* [BRIEF] For this exercise, print only the lines from the one containing "const workers = await" through the end of the material below, exactly as given.

* [INPUT FOR THIS TASK]
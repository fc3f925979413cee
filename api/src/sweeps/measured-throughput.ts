import type { EntityManager } from '@mikro-orm/postgresql';
import type { MeasuredThroughput } from '../../../shared/sweeps/sweep-estimate.js';
import { SubsetThroughput } from '../entities/subset-throughput.js';
import { WorkerPresence } from '../entities/worker-presence.js';

/** A worker that reported within this many milliseconds counts as running. */
export const workerAliveMs = 30_000;

/** Measured subsets and CPU seconds per size. */
export async function measuredThroughput(em: EntityManager): Promise<MeasuredThroughput> {
  const rows = await em.find(SubsetThroughput, {});
  return new Map(rows.map((row) => [row.size, { subsets: row.subsets, cpuSeconds: row.cpuSeconds }]));
}

/** Threads of the workers seen lately. */
export async function liveWorkerThreads(em: EntityManager, now = new Date()): Promise<number> {
  const workers = await em.find(WorkerPresence, { lastSeenAt: { $gt: new Date(now.getTime() - workerAliveMs) } });
  return workers.reduce((sum, worker) => sum + worker.threads, 0);
}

* [WRITTEN SOLUTION]
  const workers = await em.find(WorkerPresence, { lastSeenAt: { $gt: new Date(now.getTime() - workerAliveMs) } });
  return workers.reduce((sum, worker) => sum + worker.threads, 0);
}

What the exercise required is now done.